我听她话里尽是凄凉之意,又将皇上比拟做寻常恩客,不免心下一惊,嗔怪她口无遮拦。
“说起来,你如今倒是好了。回了宫,皇上太后只有把你捧上天的份。”
我抿了一口茶,微微叹息了一口。“一个心死了的人,在哪都还不是一样。”
“到底你是该看开些。怎么说他与你都是天壤之别,如今阴阳两隔,在我这说几句也就是了,可千万不能往他处说,免得落人口舌说你对逆贼还心存余念。”
“这我自然明白。”一提到纳兰默,我心下便是一片凄然。然而被衿娘一番提醒倒也好了许多。到底是伤心难过久了,多少淡了些。我见她不再说话,便一转话锋径直告知她我此行的目的。
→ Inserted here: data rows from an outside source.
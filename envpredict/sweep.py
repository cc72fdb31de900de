"""SNR sweeps: predicted index and score against SNR, and the speech reception threshold.

:func:`snr_sweep` mixes noise with clean speech at a list of SNRs (several noise
segments per SNR, optionally after convolving the speech with an impulse response),
computes an index per mixture and, with a mapping (:mod:`envpredict.mapping`), the
predicted score; it reports the SNR at target scores (the predicted speech reception
threshold, SRT, at 50 % by default) with a confidence interval from the spread over
noise segments, and the slope of the predicted psychometric function at each target
in %/dB. :func:`snr_sweep_files` does the same from audio files (the options are
checked before the audio is read). Pure functions on arrays otherwise: no printing.
"""

from __future__ import annotations

import math
import os
from collections.abc import Callable, Sequence
from collections.abc import Mapping as MappingType
from dataclasses import dataclass, field
from typing import Any

import numpy as np

from . import standards as std
from .exceptions import ComputationError, InputError
from .mapping import CI_LEVEL, ScoreMapping
from .results import jsonable
from .speechlevel import ActiveLevel, active_speech_level

#: Sweep limits: number of SNR points and noise segments (judgement: beyond these a
#: sweep is a mistake in the options, not a plan).
MAX_SNR_POINTS: int = 401
MAX_SEGMENTS: int = 100

#: Index names the sweep knows how to compute with the package's own code; the first
#: is the default.
SWEEP_INDICES: tuple[str, ...] = ("stoi", "estoi", "ssti", "ssti_regression", "sepsm")
DEFAULT_INDEX: str = SWEEP_INDICES[0]

#: Indices computed from the mixture and the noise alone (not from the clean speech):
#: the envelope-power index (:func:`envpredict.envpower.sepsm`). Its value in the sweep
#: is SNR_env in dB; without a mapping its scores come from the ideal observer of
#: Jørgensen & Dau 2011 (material-specific). With a processing chain the processed
#: noise alone is separated by phase inversion (Hagerman & Olofsson 2004): the chain is
#: run on speech + noise and on speech - noise.
NOISE_INDICES: tuple[str, ...] = ("sepsm",)

#: Default SNRs of a sweep, dB (:data:`envpredict.standards.SWEEP_SNR_FROM_DB` ...).
DEFAULT_SNR_RANGE: str = f"{std.SWEEP_SNR_FROM_DB:g}:{std.SWEEP_SNR_TO_DB:g}:{std.SWEEP_SNR_STEP_DB:g}"
DEFAULT_SNR_DB: tuple[float, ...] = tuple(
    std.SWEEP_SNR_FROM_DB + std.SWEEP_SNR_STEP_DB * i
    for i in range(int(round((std.SWEEP_SNR_TO_DB - std.SWEEP_SNR_FROM_DB) / std.SWEEP_SNR_STEP_DB)) + 1)
)

#: Shortest clean speech a sweep takes, s (STOI needs several of its 384 ms segments;
#: Taal 2011; judgement: 1 s).
MIN_SPEECH_S: float = 1.0

#: TO is on the FROM:TO:STEP grid when it lies within this many steps of a grid point
#: (rounding of decimal steps such as 0.1 dB).
GRID_SLACK: float = 1e-9

#: Two target percents closer than this are the same target (finds the SRT target).
SAME_TARGET_PERCENT: float = 1e-9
“前儿个我去见了太后,听她念叨了几句。左不过是皇兄如今后宫妃嫔太少,太后存了选秀的念头。又见后位空悬,心里就存了意。但到底我也只是皇兄的妹妹,纵有掌管后宫之权,又怎可轻易提及选秀之事。”
衿娘是个聪明人,听我这样一说便知道我话中的意思。“不知太后对选后一事可有人选?”
“是韩丞相的千金韩萱。前些日子随夫人进宫探望太后,太后一见就甚是喜欢。”
“丞相千金,也便是这样的身价才足以与天子匹配。此事我虽未有十足的把握,但莫提你我多年的情分,就凭今日你为我解围之恩,我便要为你进上一言。”
有了她这番保证,我心下才有了底。
大事已经商谈完了,接下去便不再提及此事。我与衿娘坐在窗边,又命人开了一丝小缝,两人身上皆染就一层薄薄的日光,就这样相对而坐,闲话家常。
这样叙叙地聊了两个多时辰,阳光也渐渐消散了。我知晓晚些皇兄便要来,也不好再多加叨扰,便起身告退。
踏出子衿殿的时候,西边除却晚霞,还要一抹浓重的乌云,一副风雨欲来的姿态。到底这后宫并非寻常地。日后新人进宫,后宫的风云怕是要变了天了。
只不过我到底是一介公主,即便留在宫里也住不上几年。日后,我的归属,又该何去何从呢?